*** Opening of Given data ***

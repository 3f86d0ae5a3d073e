"""Sources: weighted sets of grid cells, one per distinct answer, and the sites they start from.

A source is a list of flat cells with weights; its series at each time step is the
weighted mean of the cells that have data at that step (weights renormalised over
the valid cells). Rows that share a source share every computation. Each spatial
rule (:mod:`envlink.extract.rules`) builds its sources from :func:`site_cells`:
the distinct sites of the active rows and the cell holding each.
"""

from __future__ import annotations

from dataclasses import dataclass
from typing import Any

import numpy as np

from envlink.core.flags import RowFlags

__all__ = ["Sources", "SiteCells", "site_cells", "single_cell_sources", "cat"]


def cat(xs: list[np.ndarray], dt: type) -> np.ndarray:
    """``np.concatenate`` of ``xs`` as ``dt`` (an empty array when there are none)."""
    return np.concatenate(xs).astype(dt) if xs else np.array([], dtype=dt)


@dataclass
class Sources:
    """CSR list of sources (``ptr``, ``cells``, ``weights``) and, per row, its source,
    the cell reported in provenance, the distance to it and extra QA flags."""

    ptr: np.ndarray
    cells: np.ndarray
    weights: np.ndarray
    row_src: np.ndarray
    row_cell: np.ndarray
    row_dist: np.ndarray
    row_flags: RowFlags

    @property
    def single(self) -> bool:
        """Every source is one cell."""
        return bool(np.all(np.diff(self.ptr) == 1))


@dataclass
class SiteCells:
    """The distinct sites of the active rows and the cell (nearest rule) of each.

    Attributes
    ----------
    site : ndarray of int
        Each row's site (-1 for inactive rows).
    ulat, ulon : ndarray
        The sites (NaN-free copies ``ulat_q``, ``ulon_q`` hold 0 where ``real`` is False).
    real : ndarray of bool
        Sites with coordinates (the inactive rows share one site without).
    near, dist : ndarray
        The cell holding each site (-1 outside the grid) and the distance to its centre, km.
    row_cell, row_dist : ndarray
        The same per row.
    """

    site: np.ndarray
    ulat: np.ndarray
    ulon: np.ndarray
    real: np.ndarray
    ulat_q: np.ndarray
    ulon_q: np.ndarray
    near: np.ndarray
    dist: np.ndarray
    row_cell: np.ndarray
    row_dist: np.ndarray

    def per_row(self, per_site: np.ndarray, fill: int | bool = -1) -> np.ndarray:
        """A per-site array taken to the rows (``fill`` for inactive rows)."""
        return np.where(self.site >= 0, per_site[np.maximum(self.site, 0)], fill)


def site_cells(geom, lat: np.ndarray, lon: np.ndarray, active: np.ndarray,  # noqa: ANN001
               memo: dict[Any, Any] | None = None) -> SiteCells:
    """Distinct (lat, lon) of the active rows, and the cell holding each (``geom.nearest``).

    With ``memo`` (a dict shared by the covariates of one call), the distinct sites of
    every row and their cells are found once, and each call takes the sites of its own
    active rows from them (the same arrays, in the same order).
    """
    if memo is None:
        key = np.where(active[:, None], np.column_stack([lat, lon]), np.inf)
        uniq, inv = np.unique(key, axis=0, return_inverse=True)
        site = np.where(active, inv.ravel(), -1)
        ulat, ulon = uniq[:, 0], uniq[:, 1]
        real = np.isfinite(ulat)
        ulat_q, ulon_q = np.where(real, ulat, 0.0), np.where(real, ulon, 0.0)
        near, dist = geom.nearest(ulat_q, ulon_q)
        near = np.where(real, near, -1)
    else:
        import hashlib

        mkey = ("site cells", id(geom), id(lat), id(lon), hashlib.sha1(np.packbits(active).tobytes()).hexdigest())
        if mkey not in memo:  # covariates whose windows leave the same rows active share them
            memo[mkey] = _memo_sites(geom, lat, lon, active, memo)
        site, ulat, ulon, real, near, dist = memo[mkey]
        ulat_q, ulon_q = np.where(real, ulat, 0.0), np.where(real, ulon, 0.0)
    row_cell = np.where(site >= 0, near[np.maximum(site, 0)], -1)
    row_dist = np.where(row_cell >= 0, dist[np.maximum(site, 0)], np.nan)
    return SiteCells(site, ulat, ulon, real, ulat_q, ulon_q, near, dist, row_cell, row_dist)


def _memo_sites(geom, lat: np.ndarray, lon: np.ndarray, active: np.ndarray,  # noqa: ANN001
                memo: dict[Any, Any]) -> tuple[np.ndarray, ...]:
    """The sites of the active rows (and one site without coordinates for the others, last,
    as ``np.unique`` orders an infinite key), from every row's sites found once."""
    key = ("sites", id(geom), id(lat), id(lon))
    if key not in memo:
        finite = np.isfinite(lat) & np.isfinite(lon)
        uniq, inv = np.unique(np.column_stack([lat[finite], lon[finite]]), axis=0, return_inverse=True)
        every = np.full(lat.size, -1)
        every[finite] = inv.ravel()
        near, dist = geom.nearest(uniq[:, 0], uniq[:, 1]) if uniq.size else (np.array([], int), np.array([]))
        memo[key] = (uniq, every, near, dist)
    uniq, every, near, dist = memo[key]
    used, local = np.unique(every[active], return_inverse=True)  # active rows have coordinates
    site = np.full(lat.size, -1)
    site[active] = local.ravel()
    ulat, ulon, unear, udist = uniq[used, 0], uniq[used, 1], near[used], dist[used]
    if (~active).any():  # the inactive rows' shared site, without coordinates
        ulat, ulon = np.append(ulat, np.inf), np.append(ulon, np.inf)
        unear, udist = np.append(unear, -1), np.append(udist, np.nan)
    real = np.isfinite(ulat)
    return site, ulat, ulon, real, np.where(real, unear, -1), udist


def single_cell_sources(sc: SiteCells, n: int) -> Sources:
    """One source per distinct cell holding a site: the ``nearest`` sources."""
    near = sc.near
    cells, src_of_cell = np.unique(near[near >= 0], return_inverse=True)
    src_of_site = np.full(near.size, -1)
    src_of_site[near >= 0] = src_of_cell.ravel()
    row_src = sc.per_row(src_of_site)
    return Sources(np.arange(cells.size + 1), cells, np.ones(cells.size), row_src, sc.row_cell, sc.row_dist,
                   RowFlags(n))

*** Close of Given data ***

● **Exercise goal**
Only a number is expected here: how many lines above contain the word "have".

● **Expected answer**
2